EXERCISE DESCRIPTION
Among the entries, which lines carry the string "SUPERSCRIPTS"? Copy each of them.

RECORDS FOR PROCESSING

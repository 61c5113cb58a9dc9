// Tokens of an equation as a paper or a keyboard writes it: plain text, unicode powers, TeX.

import { faultAt, type Source } from "./source.ts";

export type TokenKind =
  | "number" // decimal digits, kept as text: the value is exact
  | "name" // one letter with optional digits
  | "slot" // an inserted value
  | "power" // a superscript, with its digits
  | "fraction" // \frac, followed by two groups
  | "root" // √ or \sqrt, followed by a number or a group
  | "open"
  | "close"
  | "+"
  | "-"
  | "*"
  | "/"
  | "^"
  | "="
  | "end";

export interface Token {
  readonly kind: TokenKind;
  /** Normalised text: digits of a number or power, a name with plain digits, the bracket, the index of a slot. */
  readonly text: string;
  readonly offset: number;
  readonly length: number;
}

const GREEK: Readonly<Record<string, string>> = {
  alpha: "α",
  beta: "β",
  gamma: "γ",
  delta: "δ",
  epsilon: "ε",
  zeta: "ζ",
  eta: "η",
  theta: "θ",
  kappa: "κ",
  lambda: "λ",
  mu: "μ",
  nu: "ν",
  xi: "ξ",
  pi: "π",
  rho: "ρ",
  sigma: "σ",
  tau: "τ",
  phi: "φ",
  varphi: "φ",
  chi: "χ",
  psi: "ψ",
  omega: "ω",
};
const COMMANDS: Readonly<Record<string, TokenKind>> = {
  cdot: "*",
  times: "*",
  ast: "*",
  frac: "fraction",
  tfrac: "fraction",
  dfrac: "fraction",
  sqrt: "root",
};
/** TeX that only moves ink: sizes, spaces, mathematics mode. */
const SILENT = new Set([
  "left",
  "right",
  "big",
  "Big",
  "bigl",
  "bigr",
  "Bigl",
  "Bigr",
  "quad",
  "qquad",
  "displaystyle",
]);

const SIGNS: Readonly<Record<string, TokenKind>> = {
  "+": "+",
  "-": "-",
  "\u2212": "-", // minus
  "\u2013": "-", // en dash, as some papers have it
  "*": "*",
  "·": "*",
  "×": "*",
  "⋅": "*",
  "∙": "*",
  "/": "/",
  "÷": "/",
  "∕": "/",
  "⁄": "/",
  "^": "^",
  "=": "=",
  "√": "root",
  "(": "open",
  "[": "open",
  "{": "open",
  ")": "close",
  "]": "close",
  "}": "close",
};
const SUPERSCRIPTS = "⁰¹²³⁴⁵⁶⁷⁸⁹";
const SUBSCRIPTS = "₀₁₂₃₄₅₆₇₈₉";
const SPACE = /[\s~$&\u2009\u202f\u00a0]+/y;
// Digits may be grouped the TeX way (36\,000, 36{,}000) or by a thin space, in threes.
const NUMBER = /\d+(?:(?:\\,|\{,\}|[\u2009\u202f])\d{3}(?!\d))*(?:\.\d+)?|\.\d+/y;
const NAME = /(\p{L})(?:_\{(\d+)\}|_(\d)|(\d+)|([₀-₉]+))?/uy;
const COMMAND = /\\([A-Za-z]+|[,;:!> ])/y;

/** Splits a template into tokens, the last of kind "end". Throws a DomainError that marks the character it cannot read. */
export function tokens(source: Source): Token[] {
  const found: Token[] = [];
  for (const piece of source.pieces) {
    if (piece.kind === "slot") {
      found.push({ kind: "slot", text: String(piece.index), offset: piece.offset, length: piece.length });
    } else {
      for (let at = 0; at < piece.text.length; ) {
        const token = next(source, piece.text, at, piece.offset);
        if (token.kind !== undefined) found.push({ ...token, kind: token.kind, offset: piece.offset + at });
        at += token.length;
      }
    }
  }
  while (/^[.,;]$/.test(found.at(-1)?.text ?? "")) found.pop(); // the full stop that ends a displayed formula
  const stray = found.find((token) => /^[.,;]$/.test(token.text));
  if (stray) throw unreadable(source, stray.text, stray.offset);
  found.push({ kind: "end", text: "", offset: source.text.trimEnd().length, length: 1 });
  return found;
}

interface Read {
  readonly kind: TokenKind | undefined; // undefined: white space
  readonly text: string;
  readonly length: number;
}

function next(source: Source, text: string, at: number, offset: number): Read {
  const match = (pattern: RegExp) => {
    pattern.lastIndex = at;
    return pattern.exec(text);
  };
  const space = match(SPACE);
  if (space) return { kind: undefined, text: "", length: space[0].length };
  const number = match(NUMBER);
  if (number) return { kind: "number", text: number[0].replace(/[^\d.]/g, ""), length: number[0].length };
  const name = match(NAME);
  if (name) return { kind: "name", text: plainName(name), length: name[0].length };
  const command = match(COMMAND);
  if (command) return commandToken(source, command, offset + at, text.slice(at + command[0].length));
  if (text.startsWith("**", at)) return { kind: "^", text: "**", length: 2 };
  const powers = leading(text.slice(at), SUPERSCRIPTS);
  if (powers) return { kind: "power", text: plainDigits(powers, SUPERSCRIPTS), length: powers.length };
  const character = String.fromCodePoint(text.codePointAt(at)!);
  const kind = Object.hasOwn(SIGNS, character) ? SIGNS[character] : undefined;
  if (kind) return { kind, text: character, length: character.length };
  if (/[.,;]/.test(character)) return { kind: "end", text: character, length: 1 };
  throw unreadable(source, character, offset + at);
}

function commandToken(source: Source, command: RegExpExecArray, offset: number, rest: string): Read {
  const word = command[1]!;
  const { length } = command[0];
  if (SILENT.has(word) || /^[^A-Za-z]$/.test(word)) return { kind: undefined, text: "", length };
  if (Object.hasOwn(COMMANDS, word)) return { kind: COMMANDS[word], text: `\\${word}`, length };
  const letter = Object.hasOwn(GREEK, word) ? GREEK[word] : undefined;
  if (letter) {
    const index = /^(?:_\{(\d+)\}|_(\d))/.exec(rest);
    return { kind: "name", text: letter + (index?.[1] ?? index?.[2] ?? ""), length: length + (index?.[0].length ?? 0) };
  }
  throw faultAt(source, {
    offset,
    length,
    given: `the TeX command \\${word}`,
    expected: "a polynomial equation: letters, numbers, + − · / ^, brackets, \\frac, \\cdot, \\sqrt and Greek letters",
  });
}

function plainName(match: RegExpExecArray): string {
  const [, letter, group, single, digits, subscript] = match;
  return letter! + (group ?? single ?? digits ?? (subscript ? plainDigits(subscript, SUBSCRIPTS) : ""));
}

function leading(text: string, alphabet: string): string {
  let n = 0;
  while (n < text.length && alphabet.includes(text[n]!)) n++;
  return text.slice(0, n);
}

function plainDigits(text: string, alphabet: string): string {
  return [...text].map((character) => alphabet.indexOf(character)).join("");
}

function unreadable(source: Source, character: string, offset: number) {
  return faultAt(source, {
    offset,
    length: character.length,
    given: `"${character}" cannot be read`,
    expected: "a polynomial equation: letters, numbers, + − · / ^, brackets",
  });
}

REPLY TO THE TASK
const SUPERSCRIPTS = "⁰¹²³⁴⁵⁶⁷⁸⁹";
  const powers = leading(text.slice(at), SUPERSCRIPTS);
  if (powers) return { kind: "power", text: plainDigits(powers, SUPERSCRIPTS), length: powers.length };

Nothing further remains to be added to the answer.